Too bad there aren't enough shareholders to force the company to reorganize as a B corporation.

In my opinion, all companies like railroads, power companies, etc. should be B corporations, but only the shareholders can make it happen.


----------



## Just-Thinking-51 (Jul 20, 2022)

In-house training of employees. Employee that required months of training before there are able to work by themselves. Then you provide them with a brutal work schedule, with little time off. Not surprised they having staffing issues.

That said, everyone is short handed it seem.


----------



## pennyk (Jul 21, 2022)

MODERATOR's NOTE: Please keep the discussion in this thread on the topic of CSX. A couple of off topic/political comments were removed and others may be removed in the future.

Edit to add: additional off topic posts were removed.

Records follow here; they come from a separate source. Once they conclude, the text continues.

package report

import (
	"fmt"
	"io"
	"strings"
	"time"

	"codeberg.org/go-fonts/liberation/liberationsansbold"
	"codeberg.org/go-fonts/liberation/liberationsansregular"
	"codeberg.org/go-pdf/fpdf"
)

// Paper is a page size.
type Paper string

// Paper sizes.
const (
	A4     Paper = "a4"     // 210 mm × 297 mm
	Letter Paper = "letter" // 8.5 in × 11 in
)

// ParsePaper checks a paper name ("" is A4).
func ParsePaper(s string) (Paper, error) {
	switch strings.ToLower(s) {
	case "", "a4":
		return A4, nil
	case "letter":
		return Letter, nil
	}
	return "", fmt.Errorf("report: paper %q: want a4 or letter", s)
}

// Layout constants, millimetres and points.
const (
	marginMM   = 14.0
	footerMM   = 20.0 // reserved at the bottom of each page for the safety statement and page line
	bodyPt     = 8.0
	smallPt    = 6.5
	headPt     = 9.5
	ptToMM     = 25.4 / 72
	lineFactor = 1.32 // line height as a multiple of the font size
)

// Greys used for ink: 0 black, 255 white.
const (
	inkText  = 0
	inkMuted = 85
	inkRule  = 150
	inkGrid  = 215
	inkBand  = 222
)

// Doc is a PDF document laid out top to bottom: a cursor Y moves down as
// blocks are added, and a block that would run into the footer starts a
// new page.
type Doc struct {
	pdf *fpdf.Fpdf
	// W and H are the page size, mm; Left and Right the text margins.
	W, H        float64
	Left, Right float64
	Y           float64
	// Bottom is the lowest y flow content may reach.
	Bottom float64
	footer func(d *Doc, page int)
	page   int
	// font is the current text style, restored after a footer.
	font struct {
		bold bool
		size float64
		grey int
	}
}

const family = "sans"

// NewDoc starts a document on paper: fonts embedded, creation date t
// (so that the same input gives the same file), first page added. footer,
// when not nil, draws each page's footer below Bottom.
func NewDoc(paper Paper, title string, t time.Time, footer func(d *Doc, page int)) *Doc {
	size := "A4"
	if paper == Letter {
		size = "Letter"
	}
	pdf := fpdf.New("P", "mm", size, "")
	pdf.SetCompression(true)
	pdf.SetAutoPageBreak(false, 0)
	pdf.SetMargins(marginMM, marginMM, marginMM)
	pdf.AddUTF8FontFromBytes(family, "", liberationsansregular.TTF)
	pdf.AddUTF8FontFromBytes(family, "B", liberationsansbold.TTF)
	pdf.SetTitle(title, true)
	pdf.SetCreator("rolloff", true)
	pdf.SetProducer("rolloff", true)
	if t.IsZero() {
		t = time.Unix(0, 0)
	}
	pdf.SetCreationDate(t.UTC())
	pdf.SetModificationDate(t.UTC())
	d := &Doc{pdf: pdf, footer: footer}
	d.W, d.H = pdf.GetPageSize()
	d.Left, d.Right = marginMM, d.W-marginMM
	d.Bottom = d.H - marginMM - footerMM
	d.NewPage()
	return d
}

// PDF returns the underlying document, for drawing.
func (d *Doc) PDF() *fpdf.Fpdf { return d.pdf }

// NewPage starts a page (drawing the finished page's footer).
func (d *Doc) NewPage() {
	d.pdf.AddPage()
	d.page++
	d.Y = marginMM
	if d.footer != nil {
		f := d.font
		d.footer(d, d.page)
		d.Font(f.bold, f.size, f.grey)
	}
}

// Pages returns the number of pages so far.
func (d *Doc) Pages() int { return d.page }

// Ensure starts a new page unless h mm fit above Bottom.
func (d *Doc) Ensure(h float64) {
	if d.Y+h > d.Bottom && d.Y > marginMM+0.1 {
		d.NewPage()
	}
}

// Font sets the font: bold or regular, size in points, grey ink.
func (d *Doc) Font(bold bool, sizePt float64, grey int) {
	style := ""
	if bold {
		style = "B"
	}
	d.pdf.SetFont(family, style, sizePt)
	d.pdf.SetTextColor(grey, grey, grey)
	d.font.bold, d.font.size, d.font.grey = bold, sizePt, grey
}

// LineH returns the line height of the current font, mm.
func (d *Doc) LineH() float64 {
	sz, _ := d.pdf.GetFontSize()
	return sz * ptToMM * lineFactor
}

// Text draws s with its baseline at y.
func (d *Doc) Text(x, y float64, s string) { d.pdf.Text(x, y, s) }

// TextRight draws s ending at x.
func (d *Doc) TextRight(x, y float64, s string) { d.pdf.Text(x-d.Width(s), y, s) }

// Width returns the width of s in the current font, mm.
func (d *Doc) Width(s string) float64 { return d.pdf.GetStringWidth(s) }

// Wrap breaks s into lines no wider than w in the current font, at
// spaces where it can and anywhere when a word is too long. Line breaks
// in s are kept. With maxLines > 0, text beyond maxLines lines is cut and
// the last line ends in "…".
func (d *Doc) Wrap(s string, w float64, maxLines int) []string {
	var out []string
	for _, para := range strings.Split(strings.ReplaceAll(s, "\t", "    "), "\n") {
		line := ""
		for _, word := range strings.Fields(para) {
			cand := word
			if line != "" {
				cand = line + " " + word
			}
			if d.Width(cand) <= w {
				line = cand
				continue
			}
			if line != "" {
				out = append(out, line)
				line = ""
			}
			for d.Width(word) > w {
				// Cut a word too long for a line.
				rs := []rune(word)
				n := len(rs) - 1
				for n > 1 && d.Width(string(rs[:n])) > w {
					n--
				}
				out = append(out, string(rs[:n]))
				word = string(rs[n:])
			}
			line = word
		}
		out = append(out, line)
	}
	for len(out) > 1 && out[len(out)-1] == "" {
		out = out[:len(out)-1]
	}
	if maxLines > 0 && len(out) > maxLines {
		out = out[:maxLines]
		last := []rune(out[maxLines-1])
		for len(last) > 0 && d.Width(string(last)+"…") > w {
			last = last[:len(last)-1]
		}
		out[maxLines-1] = strings.TrimRight(string(last), " ") + "…"
	}
	return out
}

// Para writes s wrapped between x and x+w from the cursor down, at most
// maxLines lines (0: no limit), starting a new page when needed, and
// moves the cursor below it.
func (d *Doc) Para(x, w float64, s string, maxLines int) {
	lh := d.LineH()
	for _, l := range d.Wrap(s, w, maxLines) {
		d.Ensure(lh)
		d.Text(x, d.Y+lh*0.78, l)
		d.Y += lh
	}
}

// Heading writes a section heading with a rule under it across w.
func (d *Doc) Heading(x, w float64, s string) {
	d.Font(true, headPt, inkText)
	lh := d.LineH()
	d.Ensure(lh + 3*bodyPt*ptToMM*lineFactor)
	d.Text(x, d.Y+lh*0.78, s)
	d.Y += lh
	d.Rule(x, w, 0.25, inkRule)
	d.Y += 0.8
}

// Rule draws a horizontal rule at the cursor.
func (d *Doc) Rule(x, w, width float64, grey int) {
	d.pdf.SetDrawColor(grey, grey, grey)
	d.pdf.SetLineWidth(width)
	d.pdf.SetDashPattern(nil, 0)
	d.pdf.Line(x, d.Y, x+w, d.Y)
}

// Row is one key and value of a Fields block.
type Row struct{ Key, Value string }

// Fields writes rows as a two-column table, keys in muted bold, values
// wrapped (at most maxLines lines each) in the rest of w.
func (d *Doc) Fields(x, w, keyW float64, rows []Row, maxLines int) {
	for _, r := range rows {
		d.Font(false, bodyPt, inkText)
		lines := d.Wrap(r.Value, w-keyW, maxLines)
		lh := d.LineH()
		d.Ensure(lh * float64(min(len(lines), 2)))
		d.Font(true, bodyPt, inkMuted)
		key := d.Wrap(r.Key, keyW-1, 1)[0]
		d.Text(x, d.Y+lh*0.78, key)
		d.Font(false, bodyPt, inkText)
		for _, l := range lines {
			d.Ensure(lh)
			d.Text(x+keyW, d.Y+lh*0.78, l)
			d.Y += lh
		}
	}
}

// Columns lays out two blocks side by side from the cursor, left in
// [Left, Left+w) and right in [Left+w+gap, Right), and leaves the cursor
// below the longer one. Each block gets its own cursor; a block that
// runs past Bottom continues on a new page.
func (d *Doc) Columns(gap float64, left, right func(x, w float64)) {
	w := (d.Right - d.Left - gap) / 2
	y0, p0 := d.Y, d.page
	left(d.Left, w)
	yl, pl := d.Y, d.page
	if d.page != p0 {
		// The left block broke the page: the right one follows it.
		right(d.Left+w+gap, w)
		d.Y = max(d.Y, yl)
		return
	}
	d.Y = y0
	right(d.Left+w+gap, w)
	if d.page == pl {
		d.Y = max(d.Y, yl)
	}
}

// Output writes the document.
func (d *Doc) Output(w io.Writer) error {
	if err := d.pdf.Error(); err != nil {
		return fmt.Errorf("report: %w", err)
	}
	if err := d.pdf.Output(w); err != nil {
		return fmt.Errorf("report: %w", err)
	}
	return nil
}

Thank you for your cooperation.


----------



## jis (Jul 22, 2022)

As you can see CSX is having problems very similar to Amtrak....









Higher attrition rates dampen CSX plans for operational rebound


An unanticipated high attrition rate among new hires has affected the pace of CSX’s planned operational recovery, according to executives on the railroad’s second-quarter earnings call.




www.freightwaves.com


----------



## Just-Thinking-51 (Jul 22, 2022)

The story stated “CSX’s operating ratio rose from 43.4% to 55.4%” last quarter. So they making 45 cents per ever dollar they bring in right now.

Another company that could lower there rates to help keep inflation at bay. When your a monopoly you’re the one that get to determine market rate.


----------



## dlagrua (Jul 22, 2022)

In this story we have CSX CEO complaining about scheduling and labor problems while his corporation brings in a 45% profit. It should be obvious that Wall Street and corporate America are now running the show.


----------



## PaTrainFan (Jul 22, 2022)

Classic corporate-speak during retrenchment is that they are "under performing." That doesn't necessarily mean money-losing, just that they aren't making enough money to satisfy investors.


----------



## west point (Jul 23, 2022)

What do all posters think of this statement from Fritz? Note it comes from trains news wire.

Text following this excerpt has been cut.